I have to write a script that finds all executable files in a directory. So I tried several ways to implement it and they actually work. But I wonder if there is a nicer way to do so.

So this was my first approach:

ls -Fla | grep \*$ 

This works fine, because the -F flag does the work for me and adds to each executable file an asterisk, but let's say I don't like the asterisk sign.

So this was the second approach:

ls -la | grep -E ^-.{2}x  

This too works fine, I want a dash as first character, then I'm not interested in the next two characters and the fourth character must be a x.

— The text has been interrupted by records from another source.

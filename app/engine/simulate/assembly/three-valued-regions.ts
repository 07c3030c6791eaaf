import {
  candidates,
  detections,
  effects,
  gates,
  nTaps,
  observability,
  pinClasses,
  pins,
  possibly,
  regions,
  rowMasks,
  scratch,
  settled,
  sites,
  taps,
  valid,
  watchMasks,
  watchSlots,
} from './memory'
import { limit, narrow } from './block'
import { NO_CLASS, countAll, countLimited, isSettled } from './counting'
import { AND_N, ONE_INPUT, SOURCE, XOR_2, classOf } from './two-valued-gates'
import { PLANE_BYTES, PLANE_SHIFT, add, bytesOf, clear, copy, isEmpty, keep, none, Narrow, Wide } from './plane'
import { netValue, planeOf } from './three-valued-gates'
import { ALWAYS_WATCHED, watchOf } from './two-valued-propagate'
import { spend } from './work'
import { BOTH, DETECTIONS, FLIP, POSSIBLE, TO_X, propagateThreeValued } from './three-valued-propagate'

const CANDIDATE_BYTES: i32 = 2 * PLANE_BYTES + 16

let lastCandidate: usize = 0

/** False once a region has a class whose result is still open. */
let allSettled: bool = true

/**
 * In which patterns a flip of the net flips its region's stem, and then in which it turns the stem to X: two planes for
 * each net of the region at hand.
 */
// @ts-ignore: decorator
@inline
function effectsAt(slot: u32, start: u32): usize {
  return effects + (<usize>(slot - start) << (PLANE_SHIFT + 1))
}

// @ts-ignore: decorator
@inline
function isOpen(group: u32): bool {
  return load<u8>(possibly + group) == 0 && load<u32>(detections + (<usize>group << 2)) == 0
}

/** Counts a class of the patterns `seen` in which its line has the value that the fault takes away. */
function visitCounting(group: u32, seen: usize, value: usize): void {
  if (group == NO_CLASS) return
  for (let lane = 0; lane < PLANE_BYTES; lane += 16) {
    v128.store(scratch + lane, v128.and(v128.load(seen + lane), v128.load(value + lane)))
  }
  countAll(group, scratch)
}

/** Keeps a class whose result is still open, with the patterns in which it flips its stem or turns it to X. */
function visitOpen<W>(group: u32, effect: usize, value: usize): void {
  if (group == NO_CLASS) return
  if (limit == 0 ? !isOpen(group) : isSettled(group)) return
  allSettled = false
  const to = lastCandidate
  let any = i64x2.splat(0)
  for (let lane = 0; lane < bytesOf<W>(); lane += 16) {
    const active = v128.load(value + lane)
    const flips = v128.and(v128.load(effect + lane), active)
    const loses = v128.and(v128.load(effect + lane + PLANE_BYTES), active)
    v128.store(to + lane, flips)
    v128.store(to + lane + PLANE_BYTES, loses)
    any = v128.or(any, v128.or(flips, loses))
  }
  if (!v128.any_true(any)) return
  store<u32>(to + 2 * PLANE_BYTES, group)
  lastCandidate = to + CANDIDATE_BYTES
}

/** Writes to `to` the patterns of `seen` in which a flip at the pin flips the gate. */
function sensitiseFlip<W>(op: u32, pin: usize, firstPin: usize, end: usize, seen: usize, to: usize): void {
  copy<W>(to, seen)
  const kind = classOf(op)
  if (kind == ONE_INPUT) return
  const isXor = kind == XOR_2 || kind > AND_N
  const truth = planeOf(op & 1)
  for (let other = firstPin; other < end; other += 4) {
    if (other == pin) continue
    const at = netValue(load<u32>(other) >> 1)
    for (let lane = 0; lane < bytesOf<W>(); lane += 16) {
      let passes = v128.load(at + lane + truth)
      if (isXor) passes = v128.or(passes, v128.load(at + lane + (truth ^ PLANE_BYTES)))
      v128.store(to + lane, v128.and(v128.load(to + lane), passes))
    }
  }
}

/**
 * Writes to `to` the two planes of effects of a flip at the pin, given those of a flip of the gate's output. Where other
 * inputs are X and none decides the output, a flip away from the deciding value turns the output to X; and an X on
 * the output turns the stem to X wherever a flip has any effect there.
 */
function sensitiseBoth<W>(op: u32, pin: usize, firstPin: usize, end: usize, effect: usize, to: usize): void {
  const kind = classOf(op)
  const isXor = kind == XOR_2 || kind > AND_N
  const truth = planeOf(op & 1)
  const own = netValue(load<u32>(pin) >> 1)
  for (let lane = 0; lane < bytesOf<W>(); lane += 16) {
    let passes = i64x2.splat(-1)
    let undecided = i64x2.splat(-1)
    if (kind != ONE_INPUT) {
      for (let other = firstPin; other < end; other += 4) {
        if (other == pin) continue
        const at = netValue(load<u32>(other) >> 1) + lane
        const open = v128.load(at + truth)
        const decides = v128.load(at + (truth ^ PLANE_BYTES))
        passes = v128.and(passes, isXor ? v128.or(open, decides) : open)
        undecided = v128.andnot(undecided, decides)
      }
    }
    const flips = v128.load(effect + lane)
    const loses = v128.load(effect + lane + PLANE_BYTES)
    v128.store(to + lane, v128.and(flips, passes))
    let lost = v128.and(loses, passes)
    if (!isXor) {
      const toX = v128.and(v128.andnot(undecided, passes), v128.load(own + lane + (truth ^ PLANE_BYTES)))
      lost = v128.or(lost, v128.and(v128.or(flips, loses), toX))
    }
    v128.store(to + lane + PLANE_BYTES, lost)
  }
}

/** Walks a region from its stem backwards and counts the detections of all of its lines' faults. */
function walkCounting(start: u32, stem: u32): void {
  for (let net = stem + 1; net > start; ) {
    net--
    const seen = observability + (<usize>net << PLANE_SHIFT)
    const site = sites + (<usize>net << 4)
    visitCounting(load<u32>(site, 0), seen, netValue(net))
    visitCounting(load<u32>(site, 4), seen, netValue(net) + PLANE_BYTES)
    const op = load<u32>(site, 12)
    if (classOf(op) == SOURCE) continue
    const firstPin = pins + (<usize>load<u32>(site, 8) << 2)
    const end = firstPin + (<usize>(op >> 8) << 2)
    let classes = pinClasses + (<usize>load<u32>(site, 8) << 3)
    for (let pin = firstPin; pin < end; pin += 4, classes += 8) {
      const source = load<u32>(pin)
      if (source & 1) {
        sensitiseFlip<Wide>(op, pin, firstPin, end, seen, observability + (<usize>(source >> 1) << PLANE_SHIFT))
      } else if ((load<u32>(classes, 0) & load<u32>(classes, 4)) != NO_CLASS) {
        const to = scratch + PLANE_BYTES
        sensitiseFlip<Wide>(op, pin, firstPin, end, seen, to)
        visitCounting(load<u32>(classes, 0), to, netValue(source >> 1))
        visitCounting(load<u32>(classes, 4), to, netValue(source >> 1) + PLANE_BYTES)
      }
    }
  }
}

/** Walks a region from its stem backwards and gathers the classes whose results are open. */
function walkOpen<W>(start: u32, stem: u32): void {
  copy<W>(effectsAt(stem, start), valid)
  clear<W>(effectsAt(stem, start) + PLANE_BYTES)
  lastCandidate = candidates
  allSettled = true
  for (let net = stem + 1; net > start; ) {
    net--
    const effect = effectsAt(net, start)
    const site = sites + (<usize>net << 4)
    visitOpen<W>(load<u32>(site, 0), effect, netValue(net))
    visitOpen<W>(load<u32>(site, 4), effect, netValue(net) + PLANE_BYTES)
    const op = load<u32>(site, 12)
    if (classOf(op) == SOURCE) continue
    const firstPin = pins + (<usize>load<u32>(site, 8) << 2)
    const end = firstPin + (<usize>(op >> 8) << 2)
    let classes = pinClasses + (<usize>load<u32>(site, 8) << 3)
    for (let pin = firstPin; pin < end; pin += 4, classes += 8) {
      const source = load<u32>(pin)
      if (source & 1) {
        sensitiseBoth<W>(op, pin, firstPin, end, effect, effectsAt(source >> 1, start))
      } else if ((load<u32>(classes, 0) & load<u32>(classes, 4)) != NO_CLASS) {
        const to = scratch + PLANE_BYTES
        sensitiseBoth<W>(op, pin, firstPin, end, effect, to)
        visitOpen<W>(load<u32>(classes, 0), to, netValue(source >> 1))
        visitOpen<W>(load<u32>(classes, 4), to, netValue(source >> 1) + PLANE_BYTES)
      }
    }
  }
}

/** As propagateThreeValued, with the stem's own observation taken into account. `asked` is used up. */
function observe<W>(stem: u32, change: u32, ask: u32, asked: usize, reached: usize, possible: usize): void {
  const record = gates + (<usize>stem << 4)
  const watch = watchOf(load<u32>(record))
  if (watch == 0) {
    if (load<u32>(record, 12) != load<u32>(record, 28)) {
      propagateThreeValued<W>(stem, change, ask, asked, reached, possible)
    } else {
      clear<W>(reached)
      clear<W>(possible)
    }
    return
  }
  const direct = scratch + 10 * PLANE_BYTES
  const mask = watch != ALWAYS_WATCHED ? watchMasks + (<usize>load<u32>(watchSlots + (<usize>stem << 2)) << PLANE_SHIFT) : valid
  copy<W>(direct, asked)
  keep<W>(direct, mask, none())
  keep<W>(asked, mask, i64x2.splat(-1))
  if (watch == ALWAYS_WATCHED || isEmpty<W>(asked)) {
    clear<W>(reached)
    clear<W>(possible)
  } else propagateThreeValued<W>(stem, change, ask, asked, reached, possible)
  const to = change == FLIP ? reached : possible
  add<W>(to, direct)
}

/** Propagates what the gathered classes do to their stem and writes down what comes of it. */
function settleOpen<W>(stem: u32): void {
  if (lastCandidate == candidates) return
  const flips = scratch + 3 * PLANE_BYTES
  const losses = scratch + 4 * PLANE_BYTES
  const reached = scratch + 5 * PLANE_BYTES
  const flipPossible = scratch + 6 * PLANE_BYTES
  const lossPossible = scratch + 7 * PLANE_BYTES
  clear<W>(flips)
  clear<W>(losses)
  for (let at = candidates; at < lastCandidate; at += CANDIDATE_BYTES) {
    add<W>(flips, at)
    if (load<u8>(possibly + load<u32>(at + 2 * PLANE_BYTES)) == 0) add<W>(losses, at + PLANE_BYTES)
  }
  if (isEmpty<W>(losses)) clear<W>(lossPossible)
  else observe<W>(stem, TO_X, POSSIBLE, losses, reached, lossPossible)
  if (isEmpty<W>(flips)) {
    clear<W>(reached)
    clear<W>(flipPossible)
  } else observe<W>(stem, FLIP, limit == 0 ? POSSIBLE : BOTH, flips, reached, flipPossible)

  for (let at = candidates; at < lastCandidate; at += CANDIDATE_BYTES) {
    const group = load<u32>(at + 2 * PLANE_BYTES)
    let maybe = none()
    for (let lane = 0; lane < bytesOf<W>(); lane += 16) {
      maybe = v128.or(maybe, v128.and(v128.load(at + lane), v128.load(flipPossible + lane)))
      maybe = v128.or(maybe, v128.and(v128.load(at + lane + PLANE_BYTES), v128.load(lossPossible + lane)))
    }
    if (v128.any_true(maybe)) store<u8>(possibly + group, 1)
    keep<W>(at, reached, none())
    if (limit != 0 && !isEmpty<W>(at)) countLimited<W>(group, at)
  }
}

function simulateOpen<W>(region: u32, start: u32, stem: u32): void {
  walkOpen<W>(start, stem)
  if (allSettled) store<u8>(settled + region, 1)
  else settleOpen<W>(stem)
}

/** Simulates the faults of one region. */
export function simulateRegionThreeValued(region: u32): void {
  const start = load<u32>(regions + (<usize>region << 2))
  const stem = load<u32>(regions + (<usize>region << 2), 4) - 1
  spend(1)
  if (limit == 0) {
    const asked = scratch + 3 * PLANE_BYTES
    const seen = observability + (<usize>stem << PLANE_SHIFT)
    copy<Wide>(asked, valid)
    observe<Wide>(stem, FLIP, DETECTIONS, asked, seen, scratch + 7 * PLANE_BYTES)
    walkCounting(start, stem)
  }
  if (load<u8>(settled + region)) return
  if (narrow) simulateOpen<Narrow>(region, start, stem)
  else simulateOpen<Wide>(region, start, stem)
}

export function simulateTapsThreeValued(): void {
  const end = taps + (<usize>nTaps << 4)
  const seen = scratch + PLANE_BYTES
  for (let tap = taps; tap < end; tap += 16) {
    const row = load<u32>(tap, 12)
    copy<Wide>(seen, valid)
    if (row != NO_CLASS) keep<Wide>(seen, rowMasks + (<usize>row << PLANE_SHIFT), none())
    for (let stuck: u32 = 0; stuck < 2; stuck++) {
      const group = load<u32>(tap + (stuck << 2), 4)
      if (group == NO_CLASS || (limit != 0 && isSettled(group))) continue
      copy<Wide>(scratch, netValue(load<u32>(tap, 0)) + (<usize>stuck << PLANE_SHIFT))
      keep<Wide>(scratch, seen, none())
      if (limit == 0) countAll(group, scratch)
      else if (!isEmpty<Wide>(scratch)) countLimited<Wide>(group, scratch)
    }
  }
}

But there's a bit of ambiguity in the requirements, because I don't know whether I have to check for user, group or other executable permission. So this would work:

ls -la | grep -E ^-.{2}x\|^-.{5}x\|^-.{8}x 

So I'm testing the fourth, seventh and tenth character to be a x.

Now my real question, is there a better solution using ls and grep with regex to say:

I want to grep only those files, having at least one x in the ten first characters of a line produced by ls -la

like image 882
k13n Avatar asked Oct 18 '11 19:10

k13n


2 Answers

Do you need to use ls? You can use find to do the same:

find . -maxdepth 1 -perm -111 -type f 

will return all executable files in the current directory. Remove the -maxdepth flag to traverse all child directories.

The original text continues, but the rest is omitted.